Required work >> Search the data for the string "astype" and copy each line where it turns up.

--

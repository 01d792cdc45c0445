"""Loss of the readings of one run, with its exact derivatives.

For one run with coordinates x = (u, z) the loss is minus the log likelihood

    L = sum e^2 / (2 W) + ln(2 pi W) / 2           a reading, e = read - mean, W its variance
    L = sum -ln Phi(s (limit - mean) / sqrt(W))    a censored one: s = 1 below, -1 above the limit

Mean and W are the candidate's own. Derivatives in x are chained through (mean, W), whose own come
from nested forward differentiation (``second_order``) or, where that is dear, only to first order.
"""

from __future__ import annotations

from collections.abc import Callable
from math import log, pi
from typing import NamedTuple

import numpy as np

from designer.arrays import Array, jax, jnp
from designer.signals import Law, Signal

# below it the difference of x^2/2 and ln Phi loses digits, and Laplace's continued fraction has them all
FAR_TAIL = -50.0


class Design(NamedTuple):
    """Runs of a study as arrays: conditions (run, condition), times (run, time) in s, and mask
    (run, time, signal), 1 where something is read and 0 where not (padding included)."""

    conditions: Array
    times: Array
    mask: Array


class Readings(NamedTuple):
    """values (run, time, signal) and side: 0 a value, -1 "below lowest", 1 "above highest"."""

    values: Array
    side: Array


class RunTerms(NamedTuple):
    """Loss of one run, its gradient (x,), Hessian (x, x) and positive Gauss-Newton matrix (x, x)."""

    loss: Array
    gradient: Array
    hessian: Array
    gauss_newton: Array
    trouble: Array


class _Slopes(NamedTuple):
    """Derivatives of the loss of each reading in its mean m and variance w; *_gn are the parts kept
    by Gauss-Newton."""

    loss: Array
    m: Array
    w: Array
    mm: Array
    mw: Array
    ww: Array
    mm_gn: Array
    mw_gn: Array
    ww_gn: Array


def limits(law: Law) -> tuple[Array, Array]:
    """lowest and highest trusted value of every signal."""
    lowest = np.array([channel.lowest for channel in law.channels])
    highest = np.array([channel.highest for channel in law.channels])
    return lowest, highest


def _uncensored(error: Array, variance: Array) -> _Slopes:
    inverse = 1 / variance
    square = error * error * inverse
    zero = jnp.zeros_like(error)
    return _Slopes(
        loss=(square + jnp.log(variance) + log(2 * pi)) / 2,
        m=-error * inverse,
        w=(1 - square) * inverse / 2,
        mm=inverse,
        mw=error * inverse**2,
        ww=(square - 0.5) * inverse**2,
        mm_gn=inverse,
        mw_gn=zero,
        ww_gn=inverse**2 / 2,
    )


@jax.custom_jvp
def _log_tail(x: Array) -> tuple[Array, Array]:
    """ln Phi(x) and the inverse Mills ratio m = phi(x)/Phi(x)."""
    tail = jax.scipy.special.log_ndtr(x)
    far = x < FAR_TAIL
    a = jnp.where(far, -x, 1.0)
    fraction = a + 1 / (a + 2 / (a + 3 / (a + 4 / a)))
    mills = jnp.exp(-x * x / 2 - log(2 * pi) / 2 - tail)
    return tail, jnp.where(far, fraction, mills)


@_log_tail.defjvp
def _log_tail_slope(
    primals: tuple[Array], tangents: tuple[Array]
) -> tuple[tuple[Array, Array], tuple[Array, Array]]:
    """d ln Phi = m dx and dm = -m (m + x) dx: far fewer operations than differentiating ln Phi itself."""
    (x,), (dx,) = primals, tangents
    tail, mills = _log_tail(x)
    return (tail, mills), (mills * dx, -mills * (mills + x) * dx)


def _censored(sign: Array, distance: Array, variance: Array) -> _Slopes:
    """distance = limit - mean; x = sign * distance / sqrt(W); -ln Phi(x) and its slopes."""
    root = jnp.sqrt(variance)
    x = sign * distance / root
    tail, mills = _log_tail(x)
    bend = mills * (mills + x)
    mm_gn = bend / variance
    mw_gn = sign * bend * x / (2 * variance * root)
    ww_gn = bend * x * x / (4 * variance**2)
    return _Slopes(
        loss=-tail,
        m=sign * mills / root,
        w=mills * x / (2 * variance),
        mm=mm_gn,
        mw=mw_gn - sign * mills / (2 * variance * root),
        ww=ww_gn - 3 * mills * x / (4 * variance**2),
        mm_gn=mm_gn,
        mw_gn=mw_gn,
        ww_gn=ww_gn,
    )


def _slopes(law: Law, signal: Signal, readings: Readings, mask: Array) -> _Slopes:
    lowest, highest = limits(law)
    plain = _uncensored(readings.values - signal.mean, signal.variance)
    if not np.isfinite(np.concatenate([lowest, highest])).any():
        return _Slopes(*(mask * part for part in plain))
    limit = jnp.where(readings.side < 0, lowest, highest)
    censored = readings.side != 0
    distance = jnp.where(censored, limit - signal.mean, 0.0)
    cut = _censored(-jnp.sign(readings.side) + (readings.side == 0), distance, signal.variance)
    return _Slopes(*(mask * jnp.where(censored, c, p) for c, p in zip(cut, plain, strict=True)))


def reading_losses(law: Law, signal: Signal, readings: Readings, mask: Array) -> Array:
    """Loss of each reading (..., time, signal)."""
    return _slopes(law, signal, readings, mask).loss


def mean_weights(law: Law, signal: Signal, readings: Readings, mask: Array) -> Array:
    """Expected curvature of each reading's loss in its mean (..., time, signal): 1/W for a value."""
    return _slopes(law, signal, readings, mask).mm_gn


def loss(law: Law, signal: Signal, readings: Readings, mask: Array) -> Array:
    """Summed loss of the readings; leading axes of ``signal`` broadcast against ``readings``."""
    return _slopes(law, signal, readings, mask).loss.sum((-3, -2, -1))


class Pairs(NamedTuple):
    """Pairs (i <= j) of coordinates, in which symmetric matrices are kept while they are summed."""

    first: np.ndarray
    second: np.ndarray
    diagonal: np.ndarray  # (coordinate,): the pair (i, i)
    square: np.ndarray  # (coordinate, coordinate): the pair of an entry


def pairs(size: int) -> Pairs:
    first, second = np.triu_indices(size)
    square = np.zeros((size, size), int)
    square[first, second] = square[second, first] = np.arange(len(first))
    return Pairs(first, second, square.diagonal().copy(), square)


def second_order(
    function: Callable[[Array], tuple[Array, ...]], x: Array
) -> tuple[tuple[Array, ...], tuple[Array, ...], tuple[Array, ...]]:
    """Values, Jacobians (x, ...) and second derivatives (pair, ...) by forward-over-forward
    differentiation; each pair of coordinates (``pairs``) is differentiated once."""
    two = pairs(x.shape[0])
    basis = jnp.eye(x.shape[0])

    def along(v: Array, w: Array) -> tuple[tuple[Array, ...], tuple[Array, ...], tuple[Array, ...]]:
        first = lambda at: jax.jvp(function, (at,), (v,))  # noqa: E731
        (value, slope), (_, bend) = jax.jvp(first, (x,), (w,))
        return value, slope, bend

    value, slope, bend = jax.vmap(along, out_axes=(None, 0, 0))(basis[two.first], basis[two.second])
    return value, tuple(s[two.diagonal] for s in slope), bend


def run_terms(law: Law, x: Array, run: Design, readings: Readings, exact: bool) -> RunTerms:
    """Loss and derivatives of one run at x = (u, z).

    run and readings are one run's rows. Without ``exact`` the Hessian returned is Gauss-Newton's.
    """
    structural = len(law.structural)
    two = pairs(x.shape[0])

    def parts(at: Array) -> tuple[Array, Array, Array]:
        signal = law.read(at[:structural], at[structural:], run.conditions, run.times)
        return signal.mean, signal.variance, signal.trouble

    if exact:
        (mean, variance, trouble), (jm, jw, _), (hm, hw, _) = second_order(parts, x)
    else:
        (mean, variance, trouble), (jm, jw, _) = _first_order(parts, x)
        hm = hw = jnp.zeros(())
    s = _slopes(law, Signal(mean, variance, trouble), readings, run.mask)
    gradient = _sum(s.m * jm + s.w * jw)
    m1, m2, w1, w2 = jm[two.first], jm[two.second], jw[two.first], jw[two.second]
    mm, mw, ww = m1 * m2, m1 * w2 + m2 * w1, w1 * w2
    gauss_newton = _sum(s.mm_gn * mm + s.mw_gn * mw + s.ww_gn * ww)
    hessian = gauss_newton
    if exact:
        hessian = _sum(s.mm * mm + s.mw * mw + s.ww * ww + s.m * hm + s.w * hw)
    return RunTerms(s.loss.sum(), gradient, hessian[two.square], gauss_newton[two.square], jnp.max(trouble))


def _first_order(
    function: Callable[[Array], tuple[Array, ...]], x: Array
) -> tuple[tuple[Array, ...], tuple[Array, ...]]:
    along = lambda v: jax.jvp(function, (x,), (v,))  # noqa: E731
    return jax.vmap(along, out_axes=(None, 0))(jnp.eye(x.shape[0]))


def _sum(terms: Array) -> Array:
    """Sum over the readings (the last two axes)."""
    return terms.sum((-2, -1))
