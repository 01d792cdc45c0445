"""A box of conditions and times to look over: its grid, and the peaks of a function within it.

A grid holds even steps and, from the lower end, steps that grow by a constant factor, because what
happens in a reaction is spread over decades of time. A peak of the grid is then narrowed down by looking
at ever smaller boxes around the best point so far; no derivatives are needed and whole batches of points
go through one call.
"""

from __future__ import annotations

from collections.abc import Callable
from dataclasses import dataclass
from itertools import product

import numpy as np
from scipy.ndimage import maximum_filter

from designer.errors import CallError

EVEN = {1: 241, 2: 33, 3: 11}  # even steps for each axis, by the number of axes with a range
GROWING = {1: 160, 2: 33, 3: 10}  # growing steps likewise
SMALLEST = 1e-6  # first growing step, as a part of the range
LOOKED_AT = {1: 13, 2: 7, 3: 5}  # points for each axis of a box that is narrowed down
NARROWINGS = 40


@dataclass(frozen=True)
class Axis:
    """One condition or the time: a range from low to high, or discrete levels."""

    low: float
    high: float
    levels: tuple[float, ...] = ()

    @property
    def is_range(self) -> bool:
        return not self.levels and self.high > self.low

    def grid(self, even: int, growing: int) -> np.ndarray:
        """Values in ascending order, both ends included."""
        if not self.is_range:
            return np.array(sorted(self.levels) or [self.low], dtype=float)
        width = self.high - self.low
        steps = np.concatenate([np.linspace(0, 1, even), np.geomspace(SMALLEST, 1, growing)])
        return np.unique(self.low + width * np.unique(steps))


@dataclass(frozen=True)
class Region:
    """Axes in the order in which points hold their coordinates."""

    axes: tuple[Axis, ...]

    @property
    def free(self) -> np.ndarray:
        """Which axes may be moved along, (dimensions,)."""
        return np.array([axis.is_range for axis in self.axes])

    def values(self) -> list[np.ndarray]:
        """Grid values of each axis."""
        ranges = max(1, int(self.free.sum()))
        if ranges not in EVEN:
            raise CallError(f"a region may have at most {max(EVEN)} axes with a range; found {ranges}")
        return [axis.grid(EVEN[ranges], GROWING[ranges]) for axis in self.axes]

    def grid(self) -> np.ndarray:
        """All combinations, (points, dimensions); the last axis runs fastest."""
        return np.array(list(product(*self.values())), dtype=float)


def box(*ranges: tuple[float, float]) -> Region:
    """Region from (low, high) pairs; low = high fixes an axis.

    Raises CallError for a range that is turned round or not finite.
    """
    for low, high in ranges:
        if not (np.isfinite(low) and np.isfinite(high) and low <= high):
            raise CallError(f"a range goes from a finite low to a finite high; found {low} to {high}")
    return Region(tuple(Axis(float(low), float(high)) for low, high in ranges))


def local_maxima(region: Region, values: np.ndarray, least: float) -> np.ndarray:
    """Indices of grid points that no neighbour exceeds and whose value is at least ``least``."""
    shape = tuple(len(axis) for axis in region.values())
    shaped = values.reshape(shape)
    size = tuple(3 if free else 1 for free in region.free)
    peaks = shaped >= maximum_filter(shaped, size=size, mode="nearest")
    return np.flatnonzero(peaks.ravel() & (values >= least))


def refined(function: Callable[[np.ndarray], np.ndarray], region: Region, starts: np.ndarray) -> np.ndarray:
    """Peaks of ``function`` near grid points: (starts, dimensions).

    function: points (m, dimensions) -> values (m,). Each search stays between the neighbours of its start.
    """
    low, high = _cells(region, starts)
    best = starts.astype(float)
    free = region.free
    count = LOOKED_AT[max(1, int(free.sum()))]
    steps = [np.linspace(0, 1, count) if moves else np.array([0.0]) for moves in free]
    offsets = np.array(list(product(*steps)))
    for _ in range(NARROWINGS if free.any() else 0):
        points = low[:, None] + (high - low)[:, None] * offsets
        points = np.concatenate([points, best[:, None]], axis=1)
        found = function(points.reshape(-1, points.shape[2])).reshape(points.shape[:2])
        # the point held so far stays on a tie: a flat top must not make it wander
        found[:, -1] = np.nextafter(found[:, -1], np.inf)
        best = points[np.arange(len(points)), np.argmax(found, axis=1)]
        reach = (high - low) / 4
        low, high = np.maximum(best - reach, low), np.minimum(best + reach, high)
    return best


def _cells(region: Region, starts: np.ndarray) -> tuple[np.ndarray, np.ndarray]:
    low, high = starts.astype(float), starts.astype(float)
    for axis, (values, moves) in enumerate(zip(region.values(), region.free, strict=True)):
        if moves:
            place = np.searchsorted(values, starts[:, axis])
            low[:, axis] = values[np.maximum(place - 1, 0)]
            high[:, axis] = values[np.minimum(place + 1, len(values) - 1)]
    return low, high


def merged(
    region: Region,
    points: np.ndarray,
    weights: np.ndarray,
    value: Callable[[np.ndarray, np.ndarray], float],
    loss: float,
) -> tuple[np.ndarray, np.ndarray]:
    """Join neighbours (at their weighted mean) while ``value`` falls by no more than ``loss`` in all.

    An exchange leaves pairs of points on both sides of the true one. Nearest pairs come first; points that
    differ in an axis of levels stay apart.
    """
    spans = np.array([axis.high - axis.low if axis.is_range else 1.0 for axis in region.axes])
    least = value(points, weights) - loss
    pairs = _by_distance(points / spans, region.free)
    while pairs:
        first, second = pairs.pop(0)
        share = weights[first] + weights[second]
        middle = (weights[first] * points[first] + weights[second] * points[second]) / share
        keep = np.arange(len(points)) != second
        tried, shares = points.copy(), weights.copy()
        tried[first], shares[first] = middle, share
        tried, shares = tried[keep], shares[keep]
        if value(tried, shares) >= least:
            points, weights = tried, shares
            pairs = _by_distance(points / spans, region.free)
    return points, weights


def _by_distance(scaled: np.ndarray, free: np.ndarray) -> list[tuple[int, int]]:
    gaps = [
        (float(np.sum((scaled[i] - scaled[j]) ** 2)), i, j)
        for i in range(len(scaled))
        for j in range(i + 1, len(scaled))
        if np.array_equal(scaled[i][~free], scaled[j][~free])
    ]
    return [(i, j) for _, i, j in sorted(gaps)]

--

Output for this task >>
    best = starts.astype(float)
    low, high = starts.astype(float), starts.astype(float)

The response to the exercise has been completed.